▶ **Exercise details**
For each line in the records, produce an exact copy.

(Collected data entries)

*** Begin section ***

export function complete(analysis: Analysis, offset: number): CompletionResult {
  const text = analysis.text;
  const position = analysis.lines.position(offset);
  const lineStart = analysis.lines.lineStarts[position.line];
  const before = text.slice(lineStart, offset);
  const prefix = before.endsWith('->') ? '' : (nameTail.exec(before)?.[0] ?? '');
  const replace = { start: offset - prefix.length, end: offset };
  const result = (items: CompletionEntry[]): CompletionResult => ({ items: dedupe(items), replace });
  // Inside a comment or a quoted description nothing is completed.
  const lineTokens = scan(before.slice(0, before.length - prefix.length)).filter((t) => t.kind !== T.Whitespace && t.kind !== T.Eof);
  if (lineTokens.some((t) => t.kind === T.Comment) || lineTokens.some((t) => t.kind === T.String && t.unterminated)) return result([]);
  const tokens = lineTokens.filter((t) => t.kind !== T.Newline);
  const machine = analysis.machine;
  const first = tokens[0];
  const indented = /^[ \t]/.test(before);

  if (first && first.kind === T.Ident && (declarationKeywords as readonly string[]).includes(first.text) && !indented) {
    return result(inDeclarationLine(analysis, first.text, tokens, offset));
  }
  const decl = enclosingDecl(analysis, lineStart);
  if (decl?.kind === 'field' && decl.open && decl.open.end <= replace.start && (!decl.close || decl.close.start >= offset)) {
    return result(fieldValueNames(analysis, decl, tokens));
  }
  if (tokens.length === 0) {
    const items: CompletionEntry[] = [];
    if (!indented || !decl || !bodyKinds.has(decl.kind)) items.push(...keywordItems(), ...missingClassItems(machine));
    if (decl && bodyKinds.has(decl.kind)) items.push(...bodyLineStart(analysis, decl, lineStart));
    return result(items);
  }
  if (decl && bodyKinds.has(decl.kind)) return result(inBodyLine(analysis, decl, tokens, lineStart));
  return result([]);
}

function dedupe(items: CompletionEntry[]): CompletionEntry[] {
  const seen = new Set<string>();
  return items.filter((item) => {
    const key = `${item.kind}:${item.label}`;
    if (seen.has(key)) return false;
    seen.add(key);
    return true;
  });
}

/** The declaration a line belongs to: the last one starting before the line. */
function enclosingDecl(analysis: Analysis, lineStart: number): Decl | undefined {
  const decls = analysis.parse.tree.decls;
  let lo = 0;
  let hi = decls.length - 1;
  let found: Decl | undefined;
  while (lo <= hi) {
    const mid = (lo + hi) >> 1;
    if (decls[mid].span.start < lineStart) {
      found = decls[mid];
      lo = mid + 1;
    } else {
      hi = mid - 1;
    }
  }
  return found;
}

function keywordItems(): CompletionEntry[] {
  return declarationKeywords.map((k) => ({ label: k, kind: 'keyword', detail: 'declaration', documentation: keywordTexts[k], insertText: `${k} ` }));
}

/** `class NAME opcode=BITS` for every RV32I major opcode no class handles yet. */
function missingClassItems(machine: Machine): CompletionEntry[] {
  return MAJOR_OPCODES.filter((m) => !machine.classes.some((c) => c.opcode === m.opcode)).map((m) => {
    const bits = binaryDigits(m.opcode, 7);
    const instructions = RV32I_INSTRUCTIONS.filter((s) => s.opcode === m.opcode).map((s) => s.mnemonic);
    return {
      label: `class ${m.name}`,
      kind: 'class',
      detail: `opcode=${bits} (${m.format} format)`,
      documentation: `The steps of RV32I ${m.name}: ${instructions.join(', ')}.`,
      insertText: `class ${m.name} opcode=${bits}`,
    };
  });
}

function strobeItem(strobe: Strobe): CompletionEntry {
  const wiring = strobe.kind === 'end' || strobe.kind === 'trap' ? strobe.kind : `${strobe.kind} ${strobe.part ?? '?'}${strobe.port ? `.${strobe.port}` : ''}${strobe.bus ? ` ${strobe.kind === 'clock' || strobe.kind === 'write' ? '←' : '→'} ${strobe.bus}` : ''}`;
  return { label: strobe.name, kind: 'strobe', detail: `strobe · ${wiring} · active ${strobe.active}`, documentation: strobe.description };
}

function fieldItem(field: Field, insertEquals: boolean): CompletionEntry {
  return {
    label: field.name,
    kind: 'field',
    detail: `field · ${field.width} bits${field.target ? ` → ${field.target}` : ''}`,
    documentation: field.description,
    insertText: insertEquals ? `${field.name}=` : undefined,
  };
}

function signalItems(machine: Machine, insertEquals: boolean): CompletionEntry[] {
  const items: CompletionEntry[] = [];
  for (const signal of machine.signals.values()) items.push(signal.type === 'strobe' ? strobeItem(signal) : fieldItem(signal, insertEquals));
  return items;
}

/** The values of a field and the maps that set it: what may follow `field=`. */
function fieldValueItems(machine: Machine, fieldName: string): CompletionEntry[] {
  const field = machine.signals.get(fieldName);
  if (field?.type !== 'field') return [];
  const items: CompletionEntry[] = [...field.values.values()].map((v) => ({
    label: v.name,
    kind: 'value',
    detail: `code ${v.code} = ${binaryDigits(v.code, field.width)}`,
    documentation: fieldValueMeaning(machine, field.name, v.name),
  }));
  for (const map of machine.maps.values()) {
    if (map.output !== field.name) continue;
    items.push({ label: map.name, kind: 'map', detail: `map (${map.inputs.map((i) => i.label).join(', ')}) -> ${field.name}`, documentation: map.description });
  }
  return items;
}

function inputItems(machine: Machine, options: { step?: boolean; fields?: boolean }): CompletionEntry[] {
  const items: CompletionEntry[] = [];
  for (const [name, text] of Object.entries(addressInputTexts)) {
    if (name === 'step' && !options.step) continue;
    if (name === 'ir') items.push({ label: 'ir[n]', kind: 'input', detail: 'instruction bits', documentation: text, insertText: 'ir[' });
    else items.push({ label: name, kind: 'input', detail: 'address input', documentation: text });
  }
  for (const flag of machine.flags.values()) items.push({ label: flag.name, kind: 'flag', detail: `flag of ${flag.part}`, documentation: `One bit from part \`${flag.part}\`.` });
  if (options.fields) for (const signal of machine.signals.values()) if (signal.type === 'field') items.push({ label: signal.name, kind: 'field', detail: 'field of another store (entry-point decoder)', documentation: signal.description });
  return items;
}

function busItems(machine: Machine): CompletionEntry[] {
  return [...machine.buses.values()].map((b) => ({ label: b.name, kind: 'bus', detail: `bus · ${b.width} lines${b.keeper ? ' · keeper' : ''}`, documentation: b.description }));
}

function partItem(machine: Machine, part: Part): CompletionEntry {
  const kind = part.def;
  return { label: part.name, kind: 'part', detail: `part · ${kind.name}`, documentation: [part.description, partKindText(machine, kind.name)].filter(Boolean).join('\n\n') };
}

/** Parts and ports a strobe of this kind can act on, on the side given, from each part's definition. */
function wiringParts(machine: Machine, kind: StrobeKind, side: 'drive' | 'load'): CompletionEntry[] {
  const items: CompletionEntry[] = [];
  for (const part of machine.parts.values()) {
    for (const { label, port } of strobeTargets(machine, part, kind, side)) {
      if (label === part.name) items.push(partItem(machine, part));
      else items.push({ label, kind: 'port', detail: `port of ${part.name}`, documentation: port.description ? `${port.description}.` : undefined });
    }
  }
  return items;
}

/** The kind a part line names, from the table's kinds or the library. */
function kindNamed(machine: Machine, name: string): KindDef | undefined {
  return machine.kinds.get(name) ?? standardLibrary().kinds.get(name);
}

/** Parts that hold a value a bus can read (registers), for an input such as a memory's address. */
function valueParts(machine: Machine): CompletionEntry[] {
  return [...machine.parts.values()].filter((p) => heldValue(machine, p)).map((p) => partItem(machine, p));
}

function settingItem(label: string, documentation: string): CompletionEntry {
  return { label, kind: 'setting', documentation, insertText: label.endsWith('=') ? label : undefined };
}

function words(values: readonly string[], kind: CompletionKind, detail: string, docs?: (v: string) => string | undefined): CompletionEntry[] {
  return values.map((v) => ({ label: v, kind, detail, documentation: docs?.(v) }));
}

*** End section ***

▶ **Your response**
export function complete(analysis: Analysis, offset: number): CompletionResult {
  const text = analysis.text;
  const position = analysis.lines.position(offset);
  const lineStart = analysis.lines.lineStarts[position.line];
  const before = text.slice(lineStart, offset);
  const prefix = before.endsWith('->') ? '' : (nameTail.exec(before)?.[0] ?? '');
  const replace = { start: offset - prefix.length, end: offset };
  const result = (items: CompletionEntry[]): CompletionResult => ({ items: dedupe(items), replace });
  // Inside a comment or a quoted description nothing is completed.
  const lineTokens = scan(before.slice(0, before.length - prefix.length)).filter((t) => t.kind !== T.Whitespace && t.kind !== T.Eof);
  if (lineTokens.some((t) => t.kind === T.Comment) || lineTokens.some((t) => t.kind === T.String && t.unterminated)) return result([]);
  const tokens = lineTokens.filter((t) => t.kind !== T.Newline);
  const machine = analysis.machine;
  const first = tokens[0];
  const indented = /^[ \t]/.test(before);

  if (first && first.kind === T.Ident && (declarationKeywords as readonly string[]).includes(first.text) && !indented) {
    return result(inDeclarationLine(analysis, first.text, tokens, offset));
  }
  const decl = enclosingDecl(analysis, lineStart);
  if (decl?.kind === 'field' && decl.open && decl.open.end <= replace.start && (!decl.close || decl.close.start >= offset)) {
    return result(fieldValueNames(analysis, decl, tokens));
  }
  if (tokens.length === 0) {
    const items: CompletionEntry[] = [];
    if (!indented || !decl || !bodyKinds.has(decl.kind)) items.push(...keywordItems(), ...missingClassItems(machine));
    if (decl && bodyKinds.has(decl.kind)) items.push(...bodyLineStart(analysis, decl, lineStart));
    return result(items);
  }
  if (decl && bodyKinds.has(decl.kind)) return result(inBodyLine(analysis, decl, tokens, lineStart));
  return result([]);
}

function dedupe(items: CompletionEntry[]): CompletionEntry[] {
  const seen = new Set<string>();
  return items.filter((item) => {
    const key = `${item.kind}:${item.label}`;
    if (seen.has(key)) return false;
    seen.add(key);
    return true;
  });
}

/** The declaration a line belongs to: the last one starting before the line. */
function enclosingDecl(analysis: Analysis, lineStart: number): Decl | undefined {
  const decls = analysis.parse.tree.decls;
  let lo = 0;
  let hi = decls.length - 1;
  let found: Decl | undefined;
  while (lo <= hi) {
    const mid = (lo + hi) >> 1;
    if (decls[mid].span.start < lineStart) {
      found = decls[mid];
      lo = mid + 1;
    } else {
      hi = mid - 1;
    }
  }
  return found;
}

function keywordItems(): CompletionEntry[] {
  return declarationKeywords.map((k) => ({ label: k, kind: 'keyword', detail: 'declaration', documentation: keywordTexts[k], insertText: `${k} ` }));
}

/** `class NAME opcode=BITS` for every RV32I major opcode no class handles yet. */
function missingClassItems(machine: Machine): CompletionEntry[] {
  return MAJOR_OPCODES.filter((m) => !machine.classes.some((c) => c.opcode === m.opcode)).map((m) => {
    const bits = binaryDigits(m.opcode, 7);
    const instructions = RV32I_INSTRUCTIONS.filter((s) => s.opcode === m.opcode).map((s) => s.mnemonic);
    return {
      label: `class ${m.name}`,
      kind: 'class',
      detail: `opcode=${bits} (${m.format} format)`,
      documentation: `The steps of RV32I ${m.name}: ${instructions.join(', ')}.`,
      insertText: `class ${m.name} opcode=${bits}`,
    };
  });
}

function strobeItem(strobe: Strobe): CompletionEntry {
  const wiring = strobe.kind === 'end' || strobe.kind === 'trap' ? strobe.kind : `${strobe.kind} ${strobe.part ?? '?'}${strobe.port ? `.${strobe.port}` : ''}${strobe.bus ? ` ${strobe.kind === 'clock' || strobe.kind === 'write' ? '←' : '→'} ${strobe.bus}` : ''}`;
  return { label: strobe.name, kind: 'strobe', detail: `strobe · ${wiring} · active ${strobe.active}`, documentation: strobe.description };
}

function fieldItem(field: Field, insertEquals: boolean): CompletionEntry {
  return {
    label: field.name,
    kind: 'field',
    detail: `field · ${field.width} bits${field.target ? ` → ${field.target}` : ''}`,
    documentation: field.description,
    insertText: insertEquals ? `${field.name}=` : undefined,
  };
}

function signalItems(machine: Machine, insertEquals: boolean): CompletionEntry[] {
  const items: CompletionEntry[] = [];
  for (const signal of machine.signals.values()) items.push(signal.type === 'strobe' ? strobeItem(signal) : fieldItem(signal, insertEquals));
  return items;
}

/** The values of a field and the maps that set it: what may follow `field=`. */
function fieldValueItems(machine: Machine, fieldName: string): CompletionEntry[] {
  const field = machine.signals.get(fieldName);
  if (field?.type !== 'field') return [];
  const items: CompletionEntry[] = [...field.values.values()].map((v) => ({
    label: v.name,
    kind: 'value',
    detail: `code ${v.code} = ${binaryDigits(v.code, field.width)}`,
    documentation: fieldValueMeaning(machine, field.name, v.name),
  }));
  for (const map of machine.maps.values()) {
    if (map.output !== field.name) continue;
    items.push({ label: map.name, kind: 'map', detail: `map (${map.inputs.map((i) => i.label).join(', ')}) -> ${field.name}`, documentation: map.description });
  }
  return items;
}

function inputItems(machine: Machine, options: { step?: boolean; fields?: boolean }): CompletionEntry[] {
  const items: CompletionEntry[] = [];
  for (const [name, text] of Object.entries(addressInputTexts)) {
    if (name === 'step' && !options.step) continue;
    if (name === 'ir') items.push({ label: 'ir[n]', kind: 'input', detail: 'instruction bits', documentation: text, insertText: 'ir[' });
    else items.push({ label: name, kind: 'input', detail: 'address input', documentation: text });
  }
  for (const flag of machine.flags.values()) items.push({ label: flag.name, kind: 'flag', detail: `flag of ${flag.part}`, documentation: `One bit from part \`${flag.part}\`.` });
  if (options.fields) for (const signal of machine.signals.values()) if (signal.type === 'field') items.push({ label: signal.name, kind: 'field', detail: 'field of another store (entry-point decoder)', documentation: signal.description });
  return items;
}

function busItems(machine: Machine): CompletionEntry[] {
  return [...machine.buses.values()].map((b) => ({ label: b.name, kind: 'bus', detail: `bus · ${b.width} lines${b.keeper ? ' · keeper' : ''}`, documentation: b.description }));
}

function partItem(machine: Machine, part: Part): CompletionEntry {
  const kind = part.def;
  return { label: part.name, kind: 'part', detail: `part · ${kind.name}`, documentation: [part.description, partKindText(machine, kind.name)].filter(Boolean).join('\n\n') };
}

/** Parts and ports a strobe of this kind can act on, on the side given, from each part's definition. */
function wiringParts(machine: Machine, kind: StrobeKind, side: 'drive' | 'load'): CompletionEntry[] {
  const items: CompletionEntry[] = [];
  for (const part of machine.parts.values()) {
    for (const { label, port } of strobeTargets(machine, part, kind, side)) {
      if (label === part.name) items.push(partItem(machine, part));
      else items.push({ label, kind: 'port', detail: `port of ${part.name}`, documentation: port.description ? `${port.description}.` : undefined });
    }
  }
  return items;
}

/** The kind a part line names, from the table's kinds or the library. */
function kindNamed(machine: Machine, name: string): KindDef | undefined {
  return machine.kinds.get(name) ?? standardLibrary().kinds.get(name);
}

/** Parts that hold a value a bus can read (registers), for an input such as a memory's address. */
function valueParts(machine: Machine): CompletionEntry[] {
  return [...machine.parts.values()].filter((p) => heldValue(machine, p)).map((p) => partItem(machine, p));
}

function settingItem(label: string, documentation: string): CompletionEntry {
  return { label, kind: 'setting', documentation, insertText: label.endsWith('=') ? label : undefined };
}

function words(values: readonly string[], kind: CompletionKind, detail: string, docs?: (v: string) => string | undefined): CompletionEntry[] {
  return values.map((v) => ({ label: v, kind, detail, documentation: docs?.(v) }));
}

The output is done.